NB: With DEBUG=False, the server will not automatically restart each time you save changes.
NB: If you make changes to static files, like CSS, while running with DEBUG=False, you must rerun d ./manage.py collectstatic and restart the server to see your changes.
Aspects of Perma's paid subscription service are handled by the companion application, Perma Payments.
By default, Perma's docker-compose.yml file will spin up a local Perma Payments for you to experiment with. For more fruitful experimentation, configure Perma Payments to interact with CyberSource's test tier by running Payments with a custom settings.py that contains our credentials. See docker-compose.yml and services/docker/perma-payments/settings.py.example for more information. CyberSource cannot communicate its responses back to your local instance, but you can simulate active subscriptions using the Django admin.
You may also decide to run both services by running docker compose in both repositories simultaneously, with a tweaked Perma network config.
First, head over to the Perma Payments repo for instructions on how to spin that up.
Once it's running, spin up Perma... but with a slightly different command than usual, so that it doesn't try to create its own Perma Payments, but instead uses the already-running one:
docker compose -f docker-compose.yml up -d
Then, run Perma's dev server as usual:
docker compose exec web invoke run
When you are finished, take down the Perma containers by running:
docker compose -f docker-compose.yml down
Don't worry if you get the following error:
ERROR: error while removing network: network perma-payments_default id 1902203ed2ca5dee5b57462201db417638317baef142e112173ee300461eb527 has active endpoints
It just means that Perma Payments is still running: the network is maintained until both projects are down. Head back over to the Perma Payments repo and run docker compose down there... and you're done.

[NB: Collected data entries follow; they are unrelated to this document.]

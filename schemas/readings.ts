import { z } from 'zod';
import { FiniteNumber, withFastPath } from './common.ts';

const Reading = z.tuple([FiniteNumber, FiniteNumber]);

const MAX_READINGS = 1000;
const ReadingRows = z.array(Reading).min(3, 'at least 3 readings').max(MAX_READINGS).superRefine(timesInOrder);

/** Rows of two finite numbers, times rising or a row repeated exactly: what ReadingRows takes unchanged. */
function plainRows(value: unknown): boolean {
  if (!Array.isArray(value) || value.length < 3 || value.length > MAX_READINGS) return false;
  let tBefore = -Infinity;
  let xBefore = Number.NaN;
  for (let i = 0; i < value.length; i++) {
    const row: unknown = value[i];
    if (!Array.isArray(row) || row.length !== 2) return false;
    const t: unknown = row[0];
    const x: unknown = row[1];
    if (typeof t !== 'number' || typeof x !== 'number' || !Number.isFinite(t) || !Number.isFinite(x)) return false;
    if (t < tBefore || (t === tBefore && x !== xBefore)) return false;
    tBefore = t;
    xBefore = x;
  }
  return true;
}

/** [t, x] pairs in time order; every kind with runs of readings reads them the same way. */
export const Readings = withFastPath(ReadingRows, plainRows);

function timesInOrder(rows: Array<[number, number]>, ctx: z.RefinementCtx): void {
  for (let i = 1; i < rows.length; i++) {
    const [t, x] = rows[i];
    const [tBefore, xBefore] = rows[i - 1];
    if (t < tBefore) ctx.addIssue({ code: 'custom', path: [i, 0], message: `time ${t} comes before the time above it, ${tBefore}` });
    else if (t === tBefore && x !== xBefore) ctx.addIssue({ code: 'custom', path: [i, 0], message: `time ${t} is repeated with a different reading` });
  }
}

Perma's web archives are produced using Scoop: Perma capture requests call out to the Scoop API, which captures the requested website and returns a WARC/WACZ to Perma.
By default, Perma's docker-compose.yml file will spin up a local Scoop API for you to experiment with.

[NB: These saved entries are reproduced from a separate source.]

/**
 * The import map's rules: no circles, and each layer imports only the layers below it. Checked by
 * test/house/import-layers.test.ts (so in `npm test`) and by `npm run deps`.
 *
 * At the ground: engine, schemas, input, config and errors. Above them signals, then checks, reports
 * (all three generic: they name no kind), each kind's folder under kinds/<kind>/ on those, the kinds
 * registry (kinds/*.ts) above every kind, batches and the pool, each on the one before; the store beside those, the
 * job queue on the store; grading on all of them; routes and HTTP on grading; the app, the command and the demo on top. web/ is apart.
 */

// Every path of ours; a rule below forbids those of them a layer may not import.
const OURS = '^(server|kinds|reports|schemas|migrations|web|bin)/';
const LOW_ROOT_FILES = '^server/(config|errors)[.]ts$';

/** A layer that may import only `allowed` of ours (its own folder among them). */
function layer(name, from, allowed, comment) {
  return { name, comment, severity: 'error', from: { path: from }, to: { path: OURS, pathNot: allowed } };
}

module.exports = {
  forbidden: [
    {
      name: 'no-circular',
      comment: 'Files that import each other, however long the loop, cannot be read or changed one at a time.',
      severity: 'error',
      from: {},
      to: { circular: true },
    },
    layer('engine-imports-nothing-of-ours', '^server/engine/', '^server/engine/', 'The engine is pure numerics: regressions, fits, units.'),
    layer('schemas-import-only-schemas', '^schemas/', '^schemas/', 'The public contract stands on its own.'),
    layer('config-and-errors-at-the-ground', LOW_ROOT_FILES, ['^schemas/', LOW_ROOT_FILES], 'Everything may use them, so they use nothing above.'),
    layer('input-reads-files-only', '^server/input/', '^(server/(input|engine)|schemas)/', 'File readers know no checker.'),
    layer('signals-below-checks', '^server/signals/', '^(server/(signals|engine)|schemas)/', "A kind's checker names its section signals; signals know no checker."),
    layer(
      'checks-know-no-documents',
      '^server/checks/',
      '^(server/(checks|engine|signals|input)|schemas)/',
      'The checker gives results; the documents and the registry of kinds stand above it.',
    ),
    layer(
      'reports-draw-results-only',
      '^reports/',
      [
        '^(reports|schemas|server/engine)/',
        // The result types of a section's signals, and the one rubric arithmetic the checker and the sheet share.
        '^server/signals/section-report[.]ts$',
        '^server/checks/rubric-books[.]ts$',
      ],
      'Result in, bytes out: a kind is handed to the documents, never looked up by them.',
    ),
    layer(
      'the-registry-composes-kinds',
      '^kinds/[^/]+[.]ts$',
      '^(kinds|reports|schemas|server/(checks|signals|engine|input))/',
      'The registry and its users in kinds/ stand above every kind and the generic layers.',
    ),
    {
      name: 'a-kind-on-the-generic-layers',
      comment: "A kind's folder holds all of that kind and stands on the generic layers; it never uses another kind or the registry.",
      severity: 'error',
      from: { path: '^kinds/([^/]+)/', pathNot: '^kinds/[^/]+/demo/' },
      to: { path: OURS, pathNot: ['^kinds/$1/', '^kinds/kind-entry[.]ts$', '^(reports|schemas|server/(checks|signals|engine|input))/'] },
    },
    {
      name: 'a-kind-demo-on-the-demo',
      comment: "A kind's demo may also use the demo's seeded random numbers and synthetic runs, and gives the registry its part of the demo (kinds/kind-entry.ts).",
      severity: 'error',
      from: { path: '^kinds/([^/]+)/demo/' },
      to: { path: OURS, pathNot: ['^kinds/$1/', '^kinds/kind-entry[.]ts$', '^(reports|schemas|server/(checks|signals|engine|input|demo))/'] },
    },
    {
      name: 'a-kind-checker-knows-no-documents',
      comment: "As the generic checker, a kind's schemas, CSV reader and checks give results and never draw.",
      severity: 'error',
      from: { path: '^kinds/[^/]+/(checks/|schemas[.]ts$|csv[.]ts$)' },
      to: { path: ['^reports/', '^kinds/[^/]+/(report|demo)/'] },
    },
    {
      name: 'a-kind-schema-is-contract',
      comment: "A kind's schemas are part of the public contract: they stand on schemas/ alone.",
      severity: 'error',
      from: { path: '^kinds/[^/]+/schemas[.]ts$' },
      to: { path: OURS, pathNot: '^(schemas/|kinds/[^/]+/schemas[.]ts$)' },
    },
    layer('batches-below-pool', '^server/batches/', '^(server/(batches|checks|signals|engine|input)|kinds|reports|schemas)/', 'The work a worker does, below the pool that runs it.'),
    layer('store-below-its-users', '^server/store/', ['^(server/store|schemas|migrations)/', LOW_ROOT_FILES], 'SQL knows nothing of grading or HTTP.'),
    layer('lti-on-the-store', '^server/lti/', ['^(server/(lti|store)|schemas|migrations)/', LOW_ROOT_FILES], "A learning platform's messages and services, kept in the store; grading and the routes use them."),
    layer('jobs-on-the-store', '^server/jobs/', ['^(server/(jobs|store)|schemas|migrations)/', LOW_ROOT_FILES], 'The job queue keeps jobs in the database; it knows no job type.'),
    layer('pool-runs-batches-and-kinds', '^server/pool/', '^(server/(pool|batches)|kinds)/', 'The pool names its tasks; the command and grading use the pool.'),
    layer(
      'grading-below-routes',
      '^server/grading/',
      ['^(server/(grading|jobs|lti|pool|batches|store|checks|signals|engine|input)|kinds|reports|schemas)/', LOW_ROOT_FILES],
      'What a request or a job does with the checker and the store, without HTTP.',
    ),
    {
      name: 'routes-below-the-app',
      comment: 'Routes and HTTP plumbing may use any layer below them, never the app, the command or the demo.',
      severity: 'error',
      from: { path: '^server/(routes|http)/' },
      to: { path: ['^server/(cli|demo)/', '^server/(app|main|cli|migrate-cli)[.]ts$', '^web/'] },
    },
    {
      name: 'migrations-stand-alone',
      comment: 'A migration is frozen once written: it may not change because server code did.',
      severity: 'error',
      from: { path: '^migrations/' },
      to: { path: OURS, pathNot: '^migrations/' },
    },
    {
      name: 'web-apart',
      comment: "The browser's modules are served as they are: of ours they take only the API's types, from schemas/.",
      severity: 'error',
      from: { path: '^web/' },
      to: { path: OURS, pathNot: '^(web|schemas)/' },
    },
    {
      name: 'nothing-imports-web',
      severity: 'error',
      from: { pathNot: '^web/' },
      to: { path: '^web/' },
    },
  ],
  options: {
    tsPreCompilationDeps: true,
    // The sources of the service, the documents and the page; tests may reach any layer.
    includeOnly: OURS,
    exclude: { path: '^(dist|node_modules)/' },
    // csv-parse/sync and the like are found through their package's exports map.
    enhancedResolveOptions: { exportsFields: ['exports'], conditionNames: ['import', 'require', 'node', 'default'] },
  },
};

You may also decide to run both services by running docker compose in both repositories simultaneously, with a tweaked Perma network config.

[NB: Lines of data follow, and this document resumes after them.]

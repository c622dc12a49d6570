// How much one show may hold and how much work one request may ask for (README, "Limits"). Past a
// size a request is refused with 413, past what a show may hold or a computation may cost with 422,
// so no single request can keep the server busy for long. Pure.

/** What one show may hold. */
export const SHOW_LIMITS = {
  performers: 500,
  sets: 200,
  /** Counts of one transition (from the previous set). */
  countsPerSet: 999,
  listeningPoints: 10,
} as const;

/** Days a deleted show can be restored before it is removed for good. */
export const SHOW_UNDO_DAYS = 14;

/** One roster or drill CSV upload: its size and rows (413 past them). */
export const MAX_UPLOAD_BYTES = 1_000_000;
export const MAX_ROSTER_ROWS = 1_000;
export const MAX_DRILL_ROWS = 20_000;

/** One MusicXML score upload (.musicxml, .xml or compressed .mxl), as sent (413 past it). */
export const MAX_SCORE_BYTES = 4_000_000;
/** A score's text once an .mxl is unzipped, its measures as played (repeats expanded) and its notes (400 past them). */
export const MAX_SCORE_TEXT_BYTES = 20_000_000;
export const MAX_SCORE_MEASURES = 2_000;
export const MAX_SCORE_NOTES = 200_000;

/** Largest show file accepted for import (bytes). */
export const MAX_SHOW_FILE_BYTES = 8_000_000;

/** Deepest nesting of arrays and objects a JSON body or file may have: ours need fewer than 10 levels. */
export const MAX_JSON_DEPTH = 32;

/**
 * Whole-show computations (the timeline and the transition sweeps) evaluate every placed performer at
 * every count of every set for every listening point: at most this many such evaluations per request
 * (about 8 s of one core), and at most this many samples (counts × listening points) in the answer.
 */
export const MAX_SHOW_WORK = 2_000_000;
export const MAX_SHOW_SAMPLES = 50_000;

type Thing = keyof typeof SHOW_LIMITS;
const NAMES: Record<Thing, string> = { performers: "performers", sets: "sets", countsPerSet: "counts in one set", listeningPoints: "listening points" };

/** The sentence that refuses `count` of `what` for a show (null when within the limit). */
export function showLimitProblem(what: Thing, count: number): string | null {
  const max = SHOW_LIMITS[what];
  return count > max ? `A show may have at most ${max} ${NAMES[what]}; this would make ${count}.` : null;
}

export interface ShowSize {
  /** Placed performers of each set, in show order, with the set's counts. */
  sets: readonly { placed: number; counts: number }[];
  listeningPoints: number;
}

/** Evaluations and samples of a whole-show sweep: a set is swept at each of its counts (one sample for the first set or 0 counts). */
export function showWork(size: ShowSize): { work: number; samples: number } {
  let work = 0;
  let counts = 0;
  size.sets.forEach((s, i) => {
    const steps = i > 0 && s.counts > 0 ? s.counts : 1;
    counts += steps;
    work += s.placed * steps;
  });
  return { work: work * size.listeningPoints, samples: counts * size.listeningPoints };
}

/** Why a whole-show computation of this show is refused, in words a director understands (null when it is within the limits). */
export function showWorkProblem(size: ShowSize): string | null {
  const { work, samples } = showWork(size);
  if (work > MAX_SHOW_WORK) {
    return `This show is too large to sweep as a whole: placed performers × counts × listening points come to ${work.toLocaleString("en-US")}, more than the ${MAX_SHOW_WORK.toLocaleString("en-US")} one request may compute. Remove listening points you do not need, or split the show.`;
  }
  if (samples > MAX_SHOW_SAMPLES) {
    return `This show is too long to sweep as a whole: counts × listening points come to ${samples.toLocaleString("en-US")}, more than ${MAX_SHOW_SAMPLES.toLocaleString("en-US")}. Remove listening points you do not need, or split the show.`;
  }
  return null;
}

First, head over to the Scoop API repo for instructions on how to spin that up.
Once it's running, spin up Perma... but with a slightly different command than usual, so that it doesn't try to create its own Scoop API, but instead uses the already-running one:
docker compose -f docker-compose.yml up -d
Then, run Perma's dev server as usual:
docker compose exec web invoke run
When you are finished, take down the Perma containers by running:
docker compose -f docker-compose.yml down
Don't worry if you get the following error:
ERROR: error while removing network: network perma-scoop-api_default id 1902203ed2ca5dee5b57462201db417638317baef142e112173ee300461eb527 has active endpoints
The Scoop API is still running: the network is maintained until both projects are down. Head back over to the Scoop API repo and run docker compose down there... and you're done.
Superset is a data visualization tool that connects to the Perma database and allows users to create saved SQL queries, datasets, charts, and dashboards. To experiment with the service, run the following commands to stop the running Docker containers and build the service image.
docker compose down
docker compose up -d --build
Navigate to http://localhost:8088/ and log in to the service using the credentials specified in docker-compose.override.yml. Once logged in, the existing objects should be imported into the local playground.
When you are done with local development, export the dashboards using the Bulk Select Dashboards button, and place the downloaded zip file at services/docker/superset/dashboard_export.zip.